Parallel Computing on Heterogeneous Networks, by Alexey Lastovetsky
ISBN 0-471-22982-2 Copyright 2003 by John Wiley & Sons, Inc.
In Section 4.2 we presented MPI as the standard message-passing library used for parallel programming a homogeneous distributed memory architecture. In practice, MPI is very often used for parallel programming NoCs as well. There are a number of reasons behind the popularity of MPI among the programmers developing parallel applications for NoCs:
There are two free high-quality implementations of MPI, LAM MPI and MPICH, that support cross-platform MPI applications. For example, if an NoC consists of computers running different clones of Unix such as Linux, Solaris, HP/UX, and IRIX, then having installed such an MPI implementation on each computer of the network, the users can develop and execute MPI program running across the computers of the heterogeneous NoC.
The standard MPI encapsulates the problem of different data representations in processors of different architectures. The MPI can properly convert data communicated between processors of different architectures. On the sender side, MPI will convert the data to a machine-independent form. The data will be transferred to the receiver in this machine-independent form, where the data will be converted to the receiver’s machine-specific form.
While very well designed and easy to understand, the MPI communcation model is of a low enough level to write efficient code for any NoC.
However, the standard MPI does not address additional challenges posed by heterogeneous NoCs. We analyzed some of the challenges in Chapter 5. We repeat these challenges here:
Heterogeneity of processors. A good parallel application for heterogeneous NoCs must distribute computations unevenly in accord with the speeds of the processors. The efficiency of the parallel application also depends on the accuracy of estimation of the processors speeds. Estimating a processors speed is a difficult task because the processor may run at different speeds for different applications because of differences in instructions, the number of instruction execution units, the number of registers, the structure of its memory’s hierarchy, and so on.
Ad hoc communication network. The common communication network is heterogeneous, so the speed and bandwidth of communication links between different pairs of processors may differ significantly. This makes the problem of optimal distribution of computations and communications across the heterogeneous NoC more difficult than across a dedicated cluster of workstations interconnected with a homogeneous high-performance communication network. The other issue is that a common communication network can use multiple network protocols for communication between different pairs of processors. A good parallel application should be able to use multiple network protocols between different pairs of processors within the same application for faster execution of communication operations.
Multiple-user decentralized computer system. Unlike dedicated clusters and supercomputers, NoCs are not strongly centralized computer systems. A typical NoC consists of relatively autonomous computers, where each computer may be used and administered independently by its user. The first implication of the multiple user decentralized nature of NoCs is unstable performance during the execution of a parallel program as the computers may be used for other computations and communications. The second implication is the much higher probability of resource failures in NoCs compared to dedicated clusters of workstations, and this makes fault tolerance a desired feature for parallel applications running on NoCs.

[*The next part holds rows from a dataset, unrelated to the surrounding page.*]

package main

import (
	"bytes"
	"encoding/json"
	"fmt"
	"os"
	"path/filepath"
	"strings"
	"testing"
)

// TestCommandLine: commandLine quotes what a shell would split.
func TestCommandLine(t *testing.T) {
	if got := commandLine([]string{"ordplan", "run", "my plan.yaml", "--previous", "old run"}); got != `ordplan run 'my plan.yaml' --previous 'old run'` {
		t.Errorf("got %s", got)
	}
	if got := commandLine([]string{"a'b"}); got != `'a'\''b'` {
		t.Errorf("quote: %s", got)
	}
}

// TestSameReportFromAnyFolder: the same plan and data run from the plan's
// folder with relative names, and from another folder with absolute names,
// another number of workers and options for a queue server (which do not
// change the results), write the same files byte for byte; the recorded
// command line keeps what can change the results, names the plan and the
// folder of --previous relative to the plan's folder, and leaves out the
// rest. The data are invented (x on a grid, y by a fixed pattern).
func TestSameReportFromAnyFolder(t *testing.T) {
	dir, other := t.TempDir(), t.TempDir()
	var b strings.Builder
	b.WriteString("x,y\n")
	for i := range 120 {
		fmt.Fprintf(&b, "%d,%d\n", i%13, 1+(i*7+i%13)%3)
	}
	if err := os.WriteFile(filepath.Join(dir, "d.csv"), []byte(b.String()), 0o644); err != nil {
		t.Fatal(err)
	}
	src := `version: 1
title: Folders
data: {file: d.csv}
outcomes: [{column: y}]
predictors: [x]
models: {approaches: [cumulative], effects: [parallel, nonparallel], links: [logit]}
tests: {parallel_lines: [lr]}
rules:
  - reject_unconverged: true
  - choose: {by: aic}
`
	if err := os.WriteFile(filepath.Join(dir, "my plan.yaml"), []byte(src), 0o644); err != nil {
		t.Fatal(err)
	}
	runIn := func(folder string, args ...string) {
		t.Helper()
		t.Chdir(folder)
		if out, errs, code := runCLI(append([]string{"run"}, args...)...); code != 0 {
			t.Fatalf("run %v: exit %d: %s %s", args, code, out, errs)
		}
	}
	runIn(dir, "my plan.yaml", "--out", "first", "--quiet")
	runIn(dir, "my plan.yaml", "--out", "here", "--previous", "first", "--quiet")
	runIn(other, filepath.Join(dir, "my plan.yaml"), "--workers=1", "--out", filepath.Join(other, "there"), "--job-deadline", "10m",
		"--queue-ca", filepath.Join(other, "ca.pem"), "--queue-secret-file="+filepath.Join(other, "secret"), "--previous", filepath.Join(dir, "first"), "--quiet")
	here, there := filepath.Join(dir, "here"), filepath.Join(other, "there")
	entries, err := os.ReadDir(here)
	if err != nil {
		t.Fatal(err)
	}
	for _, e := range entries {
		if strings.HasPrefix(e.Name(), ".") {
			continue
		}
		x, _ := os.ReadFile(filepath.Join(here, e.Name()))
		y, err := os.ReadFile(filepath.Join(there, e.Name()))
		if err != nil || !bytes.Equal(x, y) {
			t.Errorf("%s differs between the two folders (%v)", e.Name(), err)
		}
	}
	var rec struct {
		Command string `json:"command_line"`
	}
	rj, _ := os.ReadFile(filepath.Join(here, "run.json"))
	if err := json.Unmarshal(rj, &rec); err != nil {
		t.Fatal(err)
	}
	if want := `ordplan run 'my plan.yaml' --previous first`; rec.Command != want {
		t.Errorf("command line %q, want %q", rec.Command, want)
	}
	md, _ := os.ReadFile(filepath.Join(here, "report.md"))
	if !strings.Contains(string(md), "| Plan | `my plan.yaml`, SHA-256") {
		t.Errorf("the reproducibility table does not name the plan as run.json does")
	}
}
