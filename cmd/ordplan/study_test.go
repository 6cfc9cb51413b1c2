package main

import (
	"os"
	"path/filepath"
	"testing"
)

// writeStudy writes an invented data file d.csv and a plan p.yaml into
// dir, and returns the plan's path.
func writeStudy(t *testing.T, dir, csv, plan string) string {
	t.Helper()
	if err := os.WriteFile(filepath.Join(dir, "d.csv"), []byte(csv), 0o644); err != nil {
		t.Fatal(err)
	}
	p := filepath.Join(dir, "p.yaml")
	if err := os.WriteFile(p, []byte(plan), 0o644); err != nil {
		t.Fatal(err)
	}
	return p
}

// runReport runs `ordplan run PLAN --out OUT --quiet` with extra flags,
// fails the test on a non-zero exit, and returns the run's report.md.
func runReport(t *testing.T, planPath, out string, extra ...string) string {
	t.Helper()
	args := append([]string{"run", planPath, "--out", out, "--quiet"}, extra...)
	if o, errs, code := runCLI(args...); code != 0 {
		t.Fatalf("%v: exit %d: %s %s", extra, code, o, errs)
	}
	md, err := os.ReadFile(filepath.Join(out, "report.md"))
	if err != nil {
		t.Fatal(err)
	}
	return string(md)
}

These three main challenges posed by NoCs are not addressed by a standard MPI library. First, the standard MPI library does not employ multiple network protocols between different pairs of processors for efficient communication in the same MPI application. The only exception is the use of shared memory and TCP/IP in the MPICH implementation of MPI. Namely, if two processes of the MPI program run on the same SMP computer, they will communicate by shared memory. If the processes run on different computers, they will communicate by the TCP/IP protocol. There has been some effort made to address this challenge, such as the Nexus research implementation of MPI.
Second, the standard MPI library does not allow programmers to write fault-tolerant parallel applications for NoCs. In Section 5.3.2 we outlined the research efforts made to add the feature of fault tolerance to MPI applications. The most recent research result is FT-MPI, which is an explicit fault-tolerant MPI that extends the standard MPI’s interface and semantics. FT-MPI provides application programmers with different methods of dealing with failures within an MPI application than just checkpoint and restart. FT-MPI allows the semantics and associated modes of failures to be explicitly controlled by an application via the modified MPI API. FT-MPI allows for atomic communications, and the level of correctness can be varied for individual communicators. This enables users to fine-tune for coherency or performance as system and application conditions may dictate.
Third, the standard MPI library does not provide features that facilitate the writing of parallel programs that distribute computations and communications unevenly, taking into account the processor speeds and the speeds and bandwidths of communication links. In this chapter we present a research effort in this direction—a small set of extensions to MPI, called HMPI (Heterogeneous MPI), aimed at efficient parallel computing on heterogeneous NoCs. Actually HMPI is an of adaptation of mpC language to the MPI programming level.